2.4.3 Das Konzept nach Pearson
Ein Hauptkritikpunkt an der Theorie Lewis´ war, dass sie wenig dazu geeignet war, die relative Säurestärke (bzw. die Lage des Gleichgewichtes) durch Maßzahlen auszudrücken (vgl. Weißenhorn 1987, S. 286). Der Amerikaner Pearson entwickelte 1963 die Theorie Lewis´ weiter. Basierend auf den neu gewonnenen Erkenntnissen über die Polarisierbarkeit[23] von Atomen und der Elektronegativität[24], erkannte er, dass immer dann stabile Produkte bei einer Reaktion auftraten, wenn die Reaktionspartner beide
a) eine hohe Elektronegativität bzw. geringe Polarisierbarkeit oder
b) eine geringe Elektronegativität und somit auch eine hohe Polarisierbarkeit
aufwiesen. Aus diesen Beobachtungen entwickelte er das HSAB – Prinzip (Principle of h ard and s oft a cids and b ases).
Pearson teilte Lewis - Säuren und - Basen in hart und weich ein. Harte Lewis – Säuren haben eine geringe Polarisierbarkeit (darunter fallen kleine, hoch geladene Kationen und Moleküle, deren elektronegativere Bindungspartner eine hohe positive Ladung am Zentralatom induzieren). Weiche Lewis – Säuren sind durch eine hohe Polarisierbarkeit charakterisierbar (Kationen niedriger Ladungen und Moleküle mit leicht entfernbaren Valenzelektronen).
Für Lewis – Basen gilt, dass harte Basen eine hohe Elektronegativität und geringe Polarisierbarkeit und weiche Basen eine hohe Polarisierbarkeit, aber geringe Elektronegativität aufweisen.
Für die Reaktionen von diesen Säuren und Basen gelten folgende Prinzipien:
1) Harte Säuren reagieren bevorzugt mit harten Basen, weiche Säuren mit weichen Basen.
2) Harte Säuren und Basen bilden meistens ionische, weiche Säuren und Basen eher kovalente Verbindungen.

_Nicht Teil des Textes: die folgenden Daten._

// getJSON GETs url and decodes a 200 answer into v.
func getJSON(t *testing.T, url string, v any) {
	t.Helper()
	resp, err := http.Get(url)
	if err != nil {
		t.Fatal(err)
	}
	defer resp.Body.Close()
	b, _ := io.ReadAll(resp.Body)
	if resp.StatusCode != http.StatusOK {
		t.Fatalf("GET %s: %s: %s", url, resp.Status, b)
	}
	if err := json.Unmarshal(b, v); err != nil {
		t.Fatalf("GET %s: %v", url, err)
	}
}

func mustJSON(t *testing.T, v any) string {
	b, err := json.Marshal(v)
	if err != nil {
		t.Fatal(err)
	}
	return string(b)
}

// putThreshold sends PUT /v1/models/{name}/threshold with the token ("" =
// no Authorization header) and returns the status.
func putThreshold(t *testing.T, addr, name, token, body string) int {
	t.Helper()
	req, err := http.NewRequest(http.MethodPut, "http://"+addr+"/v1/models/"+name+"/threshold", bytes.NewBufferString(body))
	if err != nil {
		t.Fatal(err)
	}
	if token != "" {
		req.Header.Set("Authorization", "Bearer "+token)
	}
	resp, err := http.DefaultClient.Do(req)
	if err != nil {
		t.Fatal(err)
	}
	b, _ := io.ReadAll(resp.Body)
	resp.Body.Close()
	t.Logf("PUT threshold (token %q): %s %s", token, resp.Status, bytes.TrimSpace(b))
	return resp.StatusCode
}

// logisticRecords returns n labeled records over names of a sparse
// logistic stream: x ~ N(0, I_d), y ~ Bernoulli(σ(−1 + 1.5x1 − 1.2x2 +
// 0.8x3)) (a constructed stream, no published source; the pipeline's
// threshold tests use the same one).
func logisticRecords(names []string, n int, seed uint64) [][]byte {
	rng := rand.New(rand.NewPCG(seed, 9))
	x := make([]float64, len(names))
	out := make([][]byte, n)
	for i := range out {
		for j := range x {
			x[j] = rng.NormFloat64()
		}
		y := 0.0
		if rng.Float64() < online.Sigmoid(-1+1.5*x[0]-1.2*x[1]+0.8*x[2]) {
			y = 1
		}
		out[i] = namedRecord(names, x, y, true, int64(i))
	}
	return out
}

// TestThresholdEndToEnd changes a logistic model's threshold target over
// authenticated HTTP: 401 without a token and with a wrong one, 202 with
// the right one; the model JSON then shows the new mode and target, and
// still does after the daemon restarts on the same data_dir.
func TestThresholdEndToEnd(t *testing.T) {
	const name, token = "e2e-threshold", "s3cret-admin"
	m := testModel(name, "test."+name, config.LossLogistic)
	m.Queue = 4000
	m.Threshold = config.Threshold{Mode: config.ThresholdFixed, Value: 0.5, Target: 0.01}
	cfg := testConfig(t, m)
	tokFile := filepath.Join(t.TempDir(), "admin-token")
	if err := os.WriteFile(tokFile, []byte(token+"\n"), 0o600); err != nil {
		t.Fatal(err)
	}
	cfg.HTTP.AdminTokenFile = tokFile
	names := featureNames(6)

	run := func(seed uint64, check func(td *testDaemon)) {
		td := startDaemon(t, cfg)
		nc := connect(t, td.NATSURL())
		natstest.WaitFor(t, 10*time.Second, td.Ready)
		for _, r := range logisticRecords(names, 3000, seed) {
			nc.Publish(m.Subject, r)
		}
		nc.Flush()
		natstest.WaitFor(t, 20*time.Second, func() error {
			_, _, err := getDoc(td.Daemon, name)
			return err
		})
		check(td)
		if err := td.stop(t); err != nil {
			t.Fatalf("stop: %v", err)
		}
	}
	wantThreshold := func(td *testDaemon, mode string, target float64) {
		natstest.WaitFor(t, 10*time.Second, func() error {
			doc, _, err := getDoc(td.Daemon, name)
			if err != nil {
				return err
			}
			if th := doc.Threshold; th == nil || th.Mode != mode || th.Target != target || !(th.Value > 0 && th.Value <= 1) {
				return fmt.Errorf("threshold %+v, want mode %s target %v", th, mode, target)
			}
			return nil
		})
	}
	body := `{"mode":"fpr","target":0.02}`
	run(51, func(td *testDaemon) {
		wantThreshold(td, "fixed", 0.5)
		if c := putThreshold(t, td.HTTPAddr(), name, "", body); c != http.StatusUnauthorized {
			t.Errorf("no token: %d, want 401", c)
		}
		if c := putThreshold(t, td.HTTPAddr(), name, "wrong", body); c != http.StatusUnauthorized {
			t.Errorf("wrong token: %d, want 401", c)
		}
		wantThreshold(td, "fixed", 0.5)
		if c := putThreshold(t, td.HTTPAddr(), name, token, body); c != http.StatusAccepted {
			t.Fatalf("right token: %d, want 202", c)
		}
		wantThreshold(td, "fpr", 0.02)
		doc, _, _ := getDoc(td.Daemon, name)
		t.Logf("after the change: threshold %+v", doc.Threshold)
		if rows := td.Store().ROC(name); len(rows) < 2 {
			t.Errorf("ROC table: %d rows", len(rows))
		}
	})
	b, err := os.ReadFile(filepath.Join(cfg.DataDir, thresholdFile))
	if err != nil {
		t.Fatalf("override file: %v", err)
	}
	t.Logf("%s: %s", thresholdFile, bytes.TrimSpace(b))
	run(52, func(td *testDaemon) {
		wantThreshold(td, "fpr", 0.02)
	})
}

3) Hart-Weich-Kombinationen bedingen unterschiedliche Bindungsweisen, die einhergehen mit verminderter Reaktionsfreudigkeit und geringerer Stabilität der Produkte (vgl. Weißenhorn 1987, S. 287).
3. Säuren und Basen in der Schule
3. 1 Säuren und Basen in den Lehrplänen
Dieser Betrachtung der vorgeschriebenen Unterrichtsinhalte liegen die Rahmenrichtlinien für den Chemieunterricht des Landes Niedersachsen zu Grunde. Es wurden die niedersächsischen Bestimmungen gewählt, da sich die Untersuchung in dieser Arbeit auf Osnabrücker – also Niedersächsische – Schulen bezieht und diese dort die Grundlage des Unterrichts darstellen.

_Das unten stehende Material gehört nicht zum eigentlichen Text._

package pipeline

import (
	"errors"
	"fmt"
	"hash/fnv"
	"math"
	"slices"
	"time"

	"lariat/config"
	"lariat/daemon/record"
	"lariat/online"
	"lariat/sink"
	"lariat/window"
)

// DefaultMinPublish is Options.MinPublish when it is 0.
const DefaultMinPublish = time.Second

// Options configures a Pipeline; only Model is required.
type Options struct {
	// Model is the model's configuration, validated (config.Load or
	// config.DefaultModel with its fields set). It must not change
	// afterwards.
	Model *config.Model
	// MinPublish is the least time between two versions that Publish does
	// not force (the heartbeat and a forced publication always go out);
	// default DefaultMinPublish.
	MinPublish time.Duration
	// Threshold replaces the configured threshold mode and target of a
	// logistic model (a change saved at runtime); nil keeps the
	// configuration's.
	Threshold *Threshold
	// Seed seeds the learner's random generator; 0 derives it from the
	// model's name (the daemon's choice, so a model's bits do not depend on
	// its position in the configuration).
	Seed uint64
	// Exact bounds the exact fits of the published model and of the
	// members scored at a retune (online.Ladder.Optimum); nil gives its
	// defaults (KKT tolerance online.DefaultKKT, 30 rounds).
	Exact *online.ExactOptions
	// Unpenalized fits λ = 0, one learner and no ladder (lariat fit
	// --lambda 0; a configuration cannot ask for it: its lambda 0 means
	// "choose λ"). The model's Lambda must be 0.
	Unpenalized bool
}
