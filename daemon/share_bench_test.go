package daemon

import (
	"context"
	"fmt"
	"testing"
	"time"

	"lariat/sink/natstest"
)

// BenchmarkSharedThroughput measures a 50-key template in 24 partitions
// shared by 1, 2, 3 and 8 lariat processes, all in this test process, on one
// embedded NATS server, and the same template unshared (one partition,
// one ordered reader) in one process, then the same with 1,000 keys:
// records per second from the first of 50,000 records published
// (natstest.PublishAll, after one record per key has spread the
// partitions) to the last applied, the stream, pinned pulls, dispatch,
// model goroutines and checkpoints to the bucket included. On a machine
// of two cores the processes share the same two cores, so the figures say
// what sharing costs, not what more machines gain. unshared is the
// baseline of the same run.
//
//	go test -run '^$' -bench SharedThroughput -benchtime 1x ./daemon/
func BenchmarkSharedThroughput(b *testing.B) {
	b.Run("keys=50/unshared", func(b *testing.B) { benchShared(b, 50, 1, 1) })
	for _, procs := range []int{1, 2, 3, 8} {
		b.Run(fmt.Sprintf("keys=50/processes=%d", procs), func(b *testing.B) { benchShared(b, 50, procs, 24) })
	}
	b.Run("keys=1000/unshared", func(b *testing.B) { benchShared(b, 1000, 1, 1) })
	for _, procs := range []int{1, 3, 8} {
		b.Run(fmt.Sprintf("keys=1000/processes=%d", procs), func(b *testing.B) { benchShared(b, 1000, procs, 24) })
	}
}

// benchShared publishes 50,000 records over keys keys (after one per key)
// to procs processes sharing parts partitions.
func benchShared(b *testing.B, keys, procs, parts int) {
	perKey := 50000 / keys
	kr := makeKeyed(keys, perKey+1, 900)
	srv := runServer(b, -1, b.TempDir())
	url := srv.ClientURL()
	var ds []*Daemon
	for range procs {
		td := startDaemon(b, sharedConfig(b, url, parts, 1), withoutIdle())
		natstest.WaitFor(b, 30*time.Second, td.Ready)
		ds = append(ds, td.Daemon)
	}
	natstest.WaitFor(b, 30*time.Second, func() error {
		for _, d := range ds {
			if parts == 1 {
				return nil
			}
			if v := d.tmpl["trip"].shared.view(); len(v) != procs {
				return fmt.Errorf("members %v", v)
			}
		}
		return nil
	})
	nc := connect(b, url)
	publish := func(from, to int) {
		ctx, cancel := context.WithTimeout(context.Background(), 120*time.Second)
		defer cancel()
		res, err := natstest.PublishAll(ctx, nc, to-from, func(i int) (string, []byte) {
			return kr.subj[from+i], kr.data[from+i]
		}, nil)
		if err != nil || res.Resent > 0 {
			b.Fatalf("published %+v: %v", res, err)
		}
	}
	warm := keys // the first record of each key (the interleaving starts with every key)
	publish(0, warm)
	if parts > 1 {
		natstest.WaitFor(b, 30*time.Second, func() error { return balanced(ds) })
	}
	waitAccepted(b, ds, warm)
	b.ResetTimer()
	for range b.N {
		t0 := time.Now()
		publish(warm, len(kr.data))
		waitAccepted(b, ds, len(kr.data))
		b.ReportMetric(float64(len(kr.data)-warm)/time.Since(t0).Seconds(), "records/s")
	}
}

// waitAccepted waits until the processes have accepted n records in all.
func waitAccepted(b *testing.B, ds []*Daemon, n int) {
	b.Helper()
	ctx, cancel := context.WithTimeout(context.Background(), 120*time.Second)
	defer cancel()
	for ctx.Err() == nil {
		total := 0.0
		for _, d := range ds {
			total += metricSum(b, d, "lariat_records_accepted_total")
		}
		if total >= float64(n) {
			return
		}
		time.Sleep(20 * time.Millisecond)
	}
	b.Fatalf("fewer than %d records accepted within 120 s", n)
}

// metricSum returns the sum of every series of a counter.
func metricSum(t testing.TB, d *Daemon, name string) float64 {
	t.Helper()
	mfs, err := d.Registry().Gather()
	if err != nil {
		t.Fatal(err)
	}
	s := 0.0
	for _, mf := range mfs {
		if mf.GetName() == name {
			for _, m := range mf.GetMetric() {
				s += m.GetCounter().GetValue()
			}
		}
	}
	return s
}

3.1.1 Der Sekundarbereich I
Das Thema Säuren und Basen ist in Niedersachsen ab der Klasse zehn unterrichtsrelevant. Es ist eingebettet in das große Thema „ Ionen und Ionenverbindungen “. Diesem Themenkomplex wird ein Zeitrichtwert von 24 Unterrichtsstunden zugeordnet, was einem Anteil von 48% der Gesamtstundenanzahl entspricht (vgl. Anhang 2). Diesem Thema wird also schon in der Mittelstufe eine große Bedeutung zugemessen.

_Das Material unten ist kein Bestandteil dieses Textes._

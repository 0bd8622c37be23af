package daemon

import (
	"context"
	"encoding/binary"
	"encoding/json"
	"errors"
	"fmt"
	"path/filepath"
	"time"

	"github.com/nats-io/nats.go/jetstream"

	"lariat/config"
	"lariat/daemon/pipeline"
	"lariat/daemon/record"
	"lariat/online"
	"lariat/sink"
	"lariat/sink/checkpoint"
	"lariat/sink/ckptobj"
)

// checkpointDir is the directory under data_dir that holds the models'
// checkpoints.
const checkpointDir = "checkpoints"

// payloadFormat is the version of a checkpoint's payload: the pipeline's
// state and the model's recent alerts.
const payloadFormat = 1

// arithmetic returns the checkpoint tag of this process's arithmetic.
func arithmetic() checkpoint.Arithmetic {
	if online.Arithmetic() == "avx2" {
		return checkpoint.AVX2
	}
	return checkpoint.Portable
}

// encodePayload joins a pipeline state and the model's recent alerts.
func encodePayload(state []byte, alerts []sink.Alert) ([]byte, error) {
	aj, err := json.Marshal(alerts)
	if err != nil {
		return nil, err
	}
	b := binary.AppendUvarint(nil, payloadFormat)
	b = binary.AppendUvarint(b, uint64(len(state)))
	b = append(b, state...)
	return append(b, aj...), nil
}

// decodePayload splits what encodePayload joined.
func decodePayload(b []byte) (state []byte, alerts []sink.Alert, err error) {
	v, n := binary.Uvarint(b)
	if n <= 0 || v != payloadFormat {
		return nil, nil, fmt.Errorf("checkpoint payload format %d (this build reads %d)", v, payloadFormat)
	}
	b = b[n:]
	l, n := binary.Uvarint(b)
	if n <= 0 || l > uint64(len(b)-n) {
		return nil, nil, errors.New("checkpoint payload truncated")
	}
	state, b = b[n:n+int(l)], b[n+int(l):]
	if err := json.Unmarshal(b, &alerts); err != nil {
		return nil, nil, fmt.Errorf("checkpoint alerts: %w", err)
	}
	return state, alerts, nil
}

// restore replaces the worker's fresh pipeline with its newest good
// checkpoint, if there is one, before any goroutine runs: the model then
// serves its restored version at once and its durable intake continues
// after the checkpoint's stream position. A damaged checkpoint is passed
// over with its reason (the previous one is used); one that cannot be
// restored (made under another learning configuration, say) is logged and
// the model starts fresh. It returns whether a state was restored.
func (w *worker) restore() bool {
	store := w.d.ckpt
	payload, meta, skipped, err := store.Load(w.name)
	for _, s := range skipped {
		w.mm.Checkpoint(sink.CheckpointRefused)
		w.log.Error("checkpoint refused; using the one before it", "reason", s)
	}
	if errors.Is(err, checkpoint.ErrNotFound) {
		return false
	}
	if err != nil {
		w.log.Error("no usable checkpoint; the model starts fresh", "err", err)
		return false
	}
	state, alerts, err := decodePayload(payload)
	var p *pipeline.Pipeline
	if err == nil {
		p, err = pipeline.Restore(w.popts, state)
	}
	if err != nil {
		w.mm.Checkpoint(sink.CheckpointRefused)
		w.log.Error("checkpoint not restored; the model starts fresh", "err", err)
		return false
	}
	if meta.Arithmetic != arithmetic() {
		w.log.Warn("checkpoint made on another arithmetic path: the model continues within rounding, not bit for bit",
			"saved", meta.Arithmetic, "here", arithmetic())
	}
	if p.Upgraded() {
		w.log.Info("checkpoint of learner saga restored as learner gram (learner.kind unset), window kept",
			"records", p.Ladder().Len())
	}
	w.pipe = p
	w.startPos = p.Position()
	w.dec = w.newDecoder(p.Names())
	for _, a := range alerts {
		w.d.store.AddAlert(a)
	}
	applied, _ := p.Counts()
	w.mm.Checkpoint(sink.CheckpointRestored)
	w.log.Info("restored from checkpoint", "written", meta.Written, "version", p.Version(),
		"records", applied, "window", p.Ladder().Len(), "position", p.Position())
	return true
}

// newDecoder returns the worker's record decoder, knowing the feature names
// of a restored model (after the configured ones) so that every name keeps
// its column.
func (w *worker) newDecoder(names []string) *record.Decoder {
	fixed := len(w.cfg.Features)
	return record.NewDecoder(&record.DecoderOptions{
		Features:    w.cfg.Features,
		Learned:     names[min(fixed, len(names)):],
		MaxFeatures: w.dim,
		Logistic:    w.cfg.Logistic(),
		Missing:     w.cfg.Missing,
		FreeAfter:   freeAfter(w.cfg),
	})
}

// saveDue reports whether a checkpoint is due at now.
func (w *worker) saveDue(now time.Time) bool {
	cp := w.d.cfg.Checkpoint
	return w.sinceSave >= cp.Records || w.sinceSave > 0 && now.Sub(w.lastSave) >= cp.Interval.Std()
}

// save writes a checkpoint of the model (on the model goroutine). A failure
// is counted and logged at most once a minute; the model goes on.
func (w *worker) save(now time.Time) {
	w.sinceSave, w.lastSave = 0, now
	if w.mayWrite != nil && !w.mayWrite() {
		// Another process owns the partition now: its checkpoint is the
		// instance's, and this process's state is not written over it.
		w.saveFailed = true
		w.mm.Checkpoint(sink.CheckpointFailed)
		return
	}
	size, err := w.saveErr(now)
	w.saveFailed = err != nil
	if err == nil {
		w.mm.Checkpoint(sink.CheckpointSaved)
		if w.onSaved != nil {
			w.onSaved(w.pipe.Position(), size)
		}
		return
	}
	w.mm.Checkpoint(sink.CheckpointFailed)
	if now.Sub(w.lastSaveLog) >= time.Minute {
		w.lastSaveLog = now
		w.log.Error("checkpoint not saved", "err", err)
	}
}

// saveErr saves a checkpoint and returns the size of the pipeline state.
func (w *worker) saveErr(now time.Time) (int, error) {
	state, err := w.pipe.MarshalBinary()
	if err != nil {
		return 0, err
	}
	payload, err := encodePayload(state, w.d.store.Alerts(w.name))
	if err != nil {
		return 0, err
	}
	return len(state), w.d.ckpt.Save(w.name, checkpoint.Encode(payload, checkpoint.Meta{Arithmetic: arithmetic(), Written: now}))
}

// openCheckpoints opens the checkpoint store: the directory under
// data_dir, or (checkpoint.store bucket) the JetStream object store every
// lariat process on the NATS system reads, which needs the connection:
// it waits for it up to bucketWait.
func (d *Daemon) openCheckpoints() (checkpoint.Store, error) {
	cp := d.cfg.Checkpoint
	if cp.Store != config.CheckpointBucket {
		return checkpoint.NewDir(filepath.Join(d.cfg.DataDir, checkpointDir))
	}
	deadline := time.Now().Add(bucketWait)
	for !d.nc.IsConnected() {
		if time.Now().After(deadline) {
			return nil, fmt.Errorf("checkpoint store bucket %s: NATS not connected after %v", cp.Bucket, bucketWait)
		}
		time.Sleep(50 * time.Millisecond)
	}
	js, err := jetstream.New(d.nc)
	if err != nil {
		return nil, err
	}
	ctx, cancel := context.WithTimeout(context.Background(), bucketWait)
	defer cancel()
	return ckptobj.Open(ctx, js, ckptobj.Options{Bucket: cp.Bucket, Replicas: cp.Replicas})
}

// bucketWait bounds the wait for NATS before the checkpoints in a bucket
// can be read at start.
const bucketWait = 30 * time.Second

Säuren und Basen werden in der Mittelstufe als wässrige Lösungen betrachtet. Es wird also das Konzept von Arrhenius zu Grunde gelegt. Zu den obligaten Inhalten gehören dabei (vgl. (Niedersächsisches Kultusministerium 1997, Seite 33):
- Wasserstoff- und Hydroxid – Ionen in sauren Lösungen ((aq) – Schreibweise)
- die pH – Skala
- die Neutralisation
- der Konzentrationsbegriff
- Elektronenübergänge bei der Reaktion saurer Lösungen mit unedlen Metallen
-
Als optionale Anknüpfungspunkte an dieses Thema werden „Saurer Regen“, „Schwefelsäure“ und „Korrosion und Korrosionsschutz“ genannt. Grundsätzlich gilt für das Unterrichtsfach Chemie in der Mittelstufe: „ Der Chemieunterricht soll Einblicke in die Arbeits- und Denkweisen der Chemie geben und dabei grundlegende Vorstellungen vom Aufbau der Stoffe und von ihren Reaktionen vermitteln “ (Niedersächsisches Kultusministerium 1997, S. 7).
3.1.2 Der Sekundarbereich II
In der Kursstufe ist das Thema Säuren und Basen in verschiedenen Kontexten zu finden. Die grobe Einteilung in „1. Verlauf und Antrieb chemischer Reaktionen“, „2. Struktur- und Reaktionsmodelle“, wie „3. Chemie in Technik und Umwelt“ gibt in ihrer Binnendifferenzierung die obligaten Inhalte wieder.
Im Themenbereich 1 soll unter anderem das chemische Gleichgewicht behandelt werden. Darunter fallen die Säure-Base-evidenten Themen (Niedersächsisches Kultusministerium 1997b, S. 25):
- Bestimmung der Gleichgewichtskonstanten (Massenwirkungsgesetz),
- Säure-Base-Gleichgewicht und Ionenprodukt des Wassers, sowie Puffersysteme (anhand von Indikatoren, dem pH – Wert und Titrationskurven).
Im Themenbereich 2 treten Säuren und Basen gleich in zwei von drei Unterkategorien auf. In der Unterkategorie „Strukturmodelle zur Deutung von Stoffeigenschaften“ finden sich folgende Aspekte wieder (Niedersächsisches Kultusministerium 1997b, S. 28):
- Mesomerie/Mesomerer Effekt / Induktiver Effekt. In diesem Zusammenhang wird empfohlen, auch Säure- und Basenstärke zu thematisieren.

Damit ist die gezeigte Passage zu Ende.